● Dataset content:

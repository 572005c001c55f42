"""The HTML report: complete, self-contained, and saying what it must.

Self-contained means no reference outside the file: no <link>, no <script>, no
image or style loaded from a URL (every <img> is a data: URI), and no http(s)
address at all.  Content: every selected limit id with its source, the caution
(keepclear.fields.cautions), the scenario name and text, the named places, and
what the estimate leaves out.
"""

from __future__ import annotations

import base64
import io
import re
from html.parser import HTMLParser

import matplotlib.image as mpimg
import numpy as np
import pytest

from keepclear.fields import plots
from keepclear.fields.assessment import run_assessment
from keepclear.fields.cautions import CAUTION_LINES
from keepclear.fields.report import LEFT_OUT, summary_text
from keepclear.fields.scenario import load_scenario

from .conftest import ISOTROPIC

SCENARIO = (
    ISOTROPIC.replace('name = "test point source"', 'name = "Report check <bench & door>"')
    + """
[exposure]
limits = ["icnirp-2020/general-public", "fcc-1.1310/occupational", "sc6-2015/controlled"]

[[point]]
name = "operator's chair"
position_m = [0.5, 0.0, 0.0]

[[option]]
name = "lower power"
[[option.source]]
id = "s"
power_w = 20.0
"""
)


class _Collect(HTMLParser):
    def __init__(self) -> None:
        super().__init__()
        self.tags: list[tuple[str, dict[str, str | None]]] = []

    def handle_starttag(self, tag, attrs):
        self.tags.append((tag, dict(attrs)))


@pytest.fixture(scope="module")
def assessed(tmp_path_factory):
    path = tmp_path_factory.mktemp("report") / "bench.toml"
    path.write_text(SCENARIO, encoding="utf-8")
    scenario = load_scenario(path)
    # The figures themselves are checked in test_plots and test_assess; here a small real
    # PNG stands in for each, so the report's embedding is what is tested.
    buf = io.BytesIO()
    mpimg.imsave(buf, np.random.default_rng(1).random((8, 8)), format="png")
    with pytest.MonkeyPatch.context() as mp:
        mp.setattr(plots, "figure_bytes", lambda fig, fmt, dpi=150: buf.getvalue())
        data, files = run_assessment(
            scenario, pixels=31, scenario_text=path.read_text(encoding="utf-8")
        )
    return scenario, data, files, files["report.html"].decode("utf-8")


def test_report_names_every_limit_with_its_source(assessed):
    scenario, data, _, html = assessed
    for limit in data["limits"]:
        assert limit["id"] in html
        assert limit["source"].split(",")[0] in html
    assert len(data["limits"]) == len(scenario.limit_ids) == 3


def test_report_carries_the_cautions_and_what_is_left_out(assessed):
    *_, html = assessed
    for line in CAUTION_LINES:
        assert line.replace("'", "&#x27;") in html
    for heading, _ in LEFT_OUT:
        assert heading in html
    assert "SAR" in html and "pulsed" in html.lower() and "multipath" in html.lower()


def test_report_shows_the_scenario_escaped(assessed):
    *_, html = assessed
    assert "Report check &lt;bench &amp; door&gt;" in html
    assert "<bench" not in html
    assert "operator&#x27;s chair" in html
    assert "[[option]]" in html  # the scenario text as given


def test_report_has_no_external_resource(assessed):
    *_, html = assessed
    assert "http://" not in html and "https://" not in html and 'src="//' not in html
    parser = _Collect()
    parser.feed(html)
    tags = [t for t, _ in parser.tags]
    assert "link" not in tags and "script" not in tags and "iframe" not in tags
    images = [a for t, a in parser.tags if t == "img"]
    assert len(images) == 3  # floor, vertical, comparison
    for attrs in images:
        src = attrs["src"] or ""
        assert src.startswith("data:image/png;base64,")
        png = base64.b64decode(src.split(",", 1)[1])
        assert png[:8] == b"\x89PNG\r\n\x1a\n"
        mpimg.imread(io.BytesIO(png), format="png")
    assert not re.search(r"url\(", html)
    assert "@media print" in html


def test_option_table_has_a_leakage_column_only_with_an_enclosure(assessed):
    # No enclosure in this scenario: the report's option table, like compare's text, has
    # no column of dashes for the leakage 5 cm from a box.
    *_, html = assessed
    assert "4. Options compared" in html and "lower power" in html
    assert "leakage at 5" not in html


def test_terminal_summary(assessed):
    _, data, _, _ = assessed
    text = summary_text(data, ["out/report.html"])
    assert "icnirp-2020/general-public" in text and "operator's chair" in text
    assert "out/report.html" in text and "CAUTION" in text
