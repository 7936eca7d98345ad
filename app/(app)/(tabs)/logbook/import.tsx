import { Stack } from 'expo-router';
import { ImportScreen } from '@/components/logbook/import-screen';

export default function ReadingsImportRoute() {
  return (
    <>
      <Stack.Screen options={{ title: 'Import readings · Carbwright' }} />
      <ImportScreen />
    </>
  );
}
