import { Stack } from 'expo-router';
import { AddEntryScreen } from '@/components/logbook/add-entry-screen';

export default function AddLogEntryRoute() {
  return (
    <>
      <Stack.Screen options={{ title: 'Add an entry · Carbwright' }} />
      <AddEntryScreen />
    </>
  );
}
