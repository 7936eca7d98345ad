import { Stack } from 'expo-router';
import { ReviewSheetScreen } from '@/components/logbook/review-sheet-screen';

export default function ReviewSheetRoute() {
  return (
    <>
      <Stack.Screen options={{ title: 'Review sheet · Carbwright' }} />
      <ReviewSheetScreen />
    </>
  );
}
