describe('who may see and cook batches', () => {
  it('answers 404 to a stranger for the batch, its labels and creating on that profile', async () => {
    const cook = await member();
    const stranger = await member('Stranger');
    const { input } = await overnightOats(cook.userId);
    const created = await postBatch(ctx.app, cook.token, cook.profileId, input);

    const get = await request(ctx.app).get(`/api/profiles/${cook.profileId}/batches/${created.body.id}`).set(bearer(stranger.token));
    const labels = await request(ctx.app).get(`/api/profiles/${cook.profileId}/batches/${created.body.id}/labels`).set(bearer(stranger.token));
    const post = await postBatch(ctx.app, stranger.token, cook.profileId, input);
    const ownProfile = await request(ctx.app).get(`/api/profiles/${stranger.profileId}/batches/${created.body.id}`).set(bearer(stranger.token));

    expect([get.status, labels.status, post.status, ownProfile.status]).toEqual([404, 404, 404, 404]);
  });

  it("refuses a private recipe of someone else as the batch's recipe", async () => {
    const cook = await member();
    const other = await member('Other');
    const { input } = await overnightOats(other.userId);

    const res = await postBatch(ctx.app, cook.token, cook.profileId, input);

    expect(res.status).toBe(400);
    expect(res.body.error.fieldErrors.recipeId).toBeDefined();
  });

  it('lists the inventory by batch with counts, newest cook first', async () => {
    const cook = await member();
    const { input } = await overnightOats(cook.userId);
    await postBatch(ctx.app, cook.token, cook.profileId, input);
    await postBatch(ctx.app, cook.token, cook.profileId, { ...input, cookedOn: '2026-03-12', split: { mode: 'equal', count: 2 } });

    const res = await request(ctx.app).get(`/api/profiles/${cook.profileId}/batches`).set(bearer(cook.token));

    expect(res.status).toBe(200);
    expect(res.body.items.map((b: { cookedOn: string }) => b.cookedOn)).toEqual(['2026-03-12', '2026-03-10']);
    expect(res.body.items[1].counts).toEqual({ available: 5, eaten: 0, discarded: 0 });
  });
});

describe('PATCH /api/profiles/:profileId/batches/:id', () => {
  it('moving to the freezer resets the use-by date from the freezer rule', async () => {
    const cook = await member();
    const { input } = await overnightOats(cook.userId);
    const created = await postBatch(ctx.app, cook.token, cook.profileId, input);

    const res = await request(ctx.app)
      .patch(`/api/profiles/${cook.profileId}/batches/${created.body.id}`)
      .set(bearer(cook.token))
      .send({ storage: 'freezer' });

    expect(res.status).toBe(200);
    expect(res.body).toMatchObject({ storage: 'freezer', useBy: '2026-06-10' });
  });
});

describe('PATCH /api/profiles/:profileId/batches/:id', () => {
  it('gives a rice batch moved from the freezer to the fridge the one-day rice use-by date', async () => {
    const m = await member();
    // USDA SR Legacy NDB 20045, rice, white, long-grain, cooked: 28.17 g total carbohydrate, 0.4 g fibre (check-values §11).
    const rice = await createFood(withAvailable(SR_LEGACY.rice));
    const recipe = await makeRecipe(m.userId, 'Plain rice', [{ foodId: rice.id, grams: 500 }]);
    const created = await postBatch(ctx.app, m.token, m.profileId, {
      recipeId: recipe.id,
      cookedOn: '2026-03-10',
      storage: 'freezer',
      region: 'uk',
      ingredients: [{ foodId: rice.id, plannedGrams: 500, actualGrams: 500 }],
      cookedWeight: { grossGrams: 500, tareGrams: 0 },
      split: { mode: 'equal', count: 2 },
    });

    const moved = await request(ctx.app)
      .patch(`/api/profiles/${m.profileId}/batches/${created.body.id}`)
      .set(bearer(m.token))
      .send({ storage: 'fridge', region: 'uk' });

    expect(created.status).toBe(201);
    expect(moved.status).toBe(200);
    // check-values T26: UK cooked rice in the fridge, D+1 (FSA); other leftovers D+2.
    expect(moved.body).toMatchObject({ storage: 'fridge', useBy: '2026-03-11' });
    expect(moved.body.useBySource).toMatch(/cooked rice/);
  });

  it('keeps the region the batch was saved with when it is moved without naming one', async () => {
    const m = await member();
    // Dal ingredient with invented values (only the use-by date is under test here).
    const lentils = await createFood(withAvailable({ name: 'Lentils, red, dry (invented test values)', carbTotal: 60, fibre: 10 }));
    const recipe = await makeRecipe(m.userId, 'Dal', [{ foodId: lentils.id, grams: 400 }]);
    const created = await postBatch(ctx.app, m.token, m.profileId, {
      recipeId: recipe.id,
      cookedOn: '2026-03-10',
      storage: 'freezer',
      region: 'us',
      ingredients: [{ foodId: lentils.id, plannedGrams: 400, actualGrams: 400 }],
      cookedWeight: { grossGrams: 1000, tareGrams: 0 },
      split: { mode: 'equal', count: 4 },
    });

    const moved = await request(ctx.app).patch(`/api/profiles/${m.profileId}/batches/${created.body.id}`).set(bearer(m.token)).send({ storage: 'fridge' });

    expect(created.status).toBe(201);
    // check-values T26: USDA FSIS leftovers 3–4 days in the fridge → D+3 (the UK rule would give D+2).
    expect(moved.body).toMatchObject({ storage: 'fridge', useBy: '2026-03-13' });
  });
});

describe('a batch with an ingredient of unknown carbohydrate', () => {
  it('shows the portions’ carbohydrate as unknown instead of a partial sum that understates it', async () => {
    const m = await member();
    // USDA SR Legacy NDB 08120 rolled oats: 67.7 g total carbohydrate, 10.1 g fibre per 100 g (check-values §11).
    const oats = await createFood(withAvailable({ name: 'Oats, rolled, dry', carbTotal: 67.7, fibre: 10.1 }));
    const sauce = await createFood({ name: 'Sauce with no carbohydrate value', carbTotal: null, fibre: null });
    const recipe = await makeRecipe(m.userId, 'Oats with sauce', [
      { foodId: oats.id, grams: 100 },
      { foodId: sauce.id, grams: 100 },
    ]);
    const batch = await postBatch(ctx.app, m.token, m.profileId, {
      recipeId: recipe.id,
      cookedOn: '2026-03-10',
      storage: 'fridge',
      ingredients: [
        { foodId: oats.id, plannedGrams: 100, actualGrams: 100 },
        { foodId: sauce.id, plannedGrams: 100, actualGrams: 100 },
      ],
      cookedWeight: { grossGrams: 200, tareGrams: 0 },
      split: { mode: 'equal', count: 2 },
    });

    const portion = await request(ctx.app).get(`/api/portions/${batch.body.portions[0].code}`).set(bearer(m.token));
    const labels = await request(ctx.app).get(`/api/profiles/${m.profileId}/batches/${batch.body.id}/labels`).set(bearer(m.token));

    expect(batch.status).toBe(201);
    expect(batch.body.incomplete).toContain('carbAvailable');
    expect(batch.body.portions.map((p: { carb: { grams: number | null } }) => p.carb.grams)).toEqual([null, null]);
    expect(batch.body.carbTotal.grams).toBeNull();
    expect(portion.body.carb.grams).toBeNull();
    expect(portion.body.carbPer100g.grams).toBeNull();
    expect(labels.body.labels[0].text.carb).toBe('unknown');
  });
});
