import { Stack, useLocalSearchParams } from 'expo-router';
import { CookBatchScreen } from '@/components/kitchen/cook-batch-screen';

export default function CookRoute() {
  const { recipeId } = useLocalSearchParams<{ recipeId: string }>();
  return (
    <>
      <Stack.Screen options={{ title: 'Cooking · Carbwright' }} />
      <CookBatchScreen recipeId={Number(recipeId)} />
    </>
  );
}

● What is needed: In these records, tally the lines that contain the string "lower", and give only the result.

● Answer to the exercise: 3